鲍英杰顿时有种被饥饿的猛兽盯上的感觉,寒毛直竖。
“呵。”
只听高俊冷笑一声,“鲍老大,你这是在威胁我吗?”
“哪敢啊,我就是说,家家都有小辈,得饶人时且饶人嘛。”
“尤其,您南锣鼓巷的小辈,上学放学,难免有看顾不上的时候,万一发生了意外……嘿!”
高俊还没怎么,躲在内间的覃如都快要气炸了。
不说勾结内鬼,偷盗新华的精密零件当废品收来牟利多刑,就说和特务关系密切,不知被套走多少情报,难道不该恶有恶报?

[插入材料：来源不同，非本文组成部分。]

"""Turn simulated light into the files a microscope camera writes.

:func:`record_video` images a scene through a PSF model onto a :class:`Camera`;
:func:`record_bead_scan` records a PSF stack the way a lab measures one (a bright bead
stepped through depth, one exposure per step); :func:`write_tiff` stores any of them as a
multi-page TIFF with its axes and sampling in the description.
"""

from __future__ import annotations

import math
import os
from typing import TYPE_CHECKING, Any

import numpy as np
import tifffile

from volrecon.errors import ConfigError, ShapeError

if TYPE_CHECKING:
    from volrecon._typing import FloatArray, RNGLike
    from volrecon.models import PSFModel
    from volrecon.simulate.camera import Camera

__all__ = ["expected_photons", "record_bead_scan", "record_video", "write_tiff"]


def expected_photons(volumes_tzyx: FloatArray, model: PSFModel, *,
                     background_photons: float = 0.0, frames_per_batch: int = 8) -> FloatArray:
    """Mean photons per sensor pixel for each frame: ``A v + background``, (T, Y, X) float32.

    Parameters
    ----------
    volumes_tzyx : ndarray of shape (T, Z, Y, X)
        Photons emitted per voxel per frame, on the model grid.
    model : PSFModel
        Maps emitted photons to photons on the sensor (a simulated PSF plane sums to the
        fraction of light collected).
    background_photons : float
        Uniform background (autofluorescence, stray light) per pixel per frame.
    frames_per_batch : int
        Frames sent through the model at once (bounds memory).

    Returns
    -------
    ndarray of shape (T, Y, X), float32
        Non-negative (tiny negative FFT round-off is set to 0).
    """
    volumes = np.asarray(volumes_tzyx)
    if volumes.ndim != 4:
        raise ShapeError(f"volumes_tzyx must be (T, Z, Y, X); got shape {volumes.shape}")
    if not (math.isfinite(background_photons) and background_photons >= 0):
        raise ConfigError(
            f"background_photons must be a non-negative number; got {background_photons!r}")
    out = np.empty((volumes.shape[0], *model.shape_out), dtype=np.float32)
    for start in range(0, volumes.shape[0], max(1, int(frames_per_batch))):
        stop = start + max(1, int(frames_per_batch))
        out[start:stop] = np.asarray(model.forward(volumes[start:stop]))
    np.maximum(out, 0.0, out=out)
    out += np.float32(background_photons)
    return out


def record_video(volumes_tzyx: FloatArray, model: PSFModel, camera: Camera, *,
                 rng: RNGLike = None, background_photons: float = 0.0) -> np.ndarray:
    """Camera frames of a moving scene: (T, Z, Y, X) photons → (T, Y, X) uint16 counts.

    See :func:`expected_photons` for the optics and :meth:`Camera.expose` for the noise.
    """
    photons = expected_photons(volumes_tzyx, model, background_photons=background_photons)
    return camera.expose(photons, rng=rng)


def record_bead_scan(psf_zyx: FloatArray, camera: Camera, *, bead_photons: float,
                     background_photons: float = 0.0, rng: RNGLike = None) -> np.ndarray:
    """A measured PSF stack: one exposure of a point-like bead per depth step, uint16.

    Parameters
    ----------
    psf_zyx : ndarray of shape (Z, Y, X)
        Fraction of the bead's light reaching each pixel at each depth (a simulated stack,
        possibly of a bead off the axis).
    camera : Camera
        The camera, with the scan's exposure time.
    bead_photons : float
        Photons the bead emits during one exposure.
    background_photons : float
        Uniform background per pixel per exposure.
    rng : numpy Generator, int or None
        Source of the noise.

    Returns
    -------
    ndarray of shape (Z, Y, X), uint16
        Counts with offset, dark current, shot and read noise, hot pixels and quantisation.
    """
    psf = np.asarray(psf_zyx, dtype=np.float64)
    if psf.ndim != 3:
        raise ShapeError(f"psf_zyx must be (Z, Y, X); got shape {psf.shape}")
    if not (math.isfinite(bead_photons) and bead_photons > 0):
        raise ConfigError(f"bead_photons must be a positive number; got {bead_photons!r}")
    if not (math.isfinite(background_photons) and background_photons >= 0):
        raise ConfigError(
            f"background_photons must be a non-negative number; got {background_photons!r}")
    return camera.expose(np.maximum(psf, 0.0) * bead_photons + background_photons, rng=rng)



def write_tiff(path: str | os.PathLike[str], data: np.ndarray, *, axes: str,
               metadata: dict[str, Any] | None = None) -> None:
    """Write an image stack as one multi-page TIFF series with named axes.

    Parameters
    ----------
    path : str or path-like
        Output file (overwritten).
    data : ndarray
        Pixels, e.g. (T, Y, X) uint16 frames; written as given.
    axes : str
        One letter per axis of `data`, ending in ``"YX"`` (e.g. ``"TYX"``, ``"ZYX"``).
    metadata : dict, optional
        Extra JSON-serialisable keys stored with the axes in the image description (read
        back with ``tifffile.TiffFile(path).shaped_metadata[0]``).

    Raises
    ------
    ShapeError
        If `axes` does not have one letter per axis or does not end in ``"YX"``.
    """
    array = np.asarray(data)
    if len(axes) != array.ndim or not axes.endswith("YX") or len(set(axes)) != len(axes):
        raise ShapeError(
            f"{os.fspath(path)}: axes {axes!r} must name each of the {array.ndim} axes of shape "
            f"{array.shape} once and end in 'YX'")
    description = {"axes": axes, **(metadata or {})}
    tifffile.imwrite(path, array, photometric="minisblack", metadata=description)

偏偏鲍英杰颠倒黑白,跟受了冤屈似的,还威胁执法人员亲属,极其恶劣。
覃如恶心坏了。
“鲍老大,你这是威胁我。”
高俊笑了笑,“胆子很大嘛。”
“不敢,我哪敢?心急,说错话了,您担待。”
鲍英杰轻轻拍了下嘴巴,求饶道。
眼神却不一般的犀利坚定。
他也不怕被看出来,就怕看不出来。
“呵呵。”
高俊慢条斯理的把十根大黄鱼用旧报纸重新包好,随手往内间一丢。
鲍英杰一看,大喜,暗道成了!
不光和高家搭上了关系,还捏住了高俊的又一个弱点和把柄。
一回生,二回熟,他就不信高俊不入套。
钱权色,这小子有权,有色,这不就缺钱嘛,他给送。
早晚有一天,没了用处,哼!
鲍英杰思绪纷飞,不过不管哪一个,高俊的结局都很凄惨。
不想,高俊却道:“就冲你刚才那话,东西我收了,但事儿办不了,你走吧!”
“小李,送送鲍科长,你也早点回去吧。”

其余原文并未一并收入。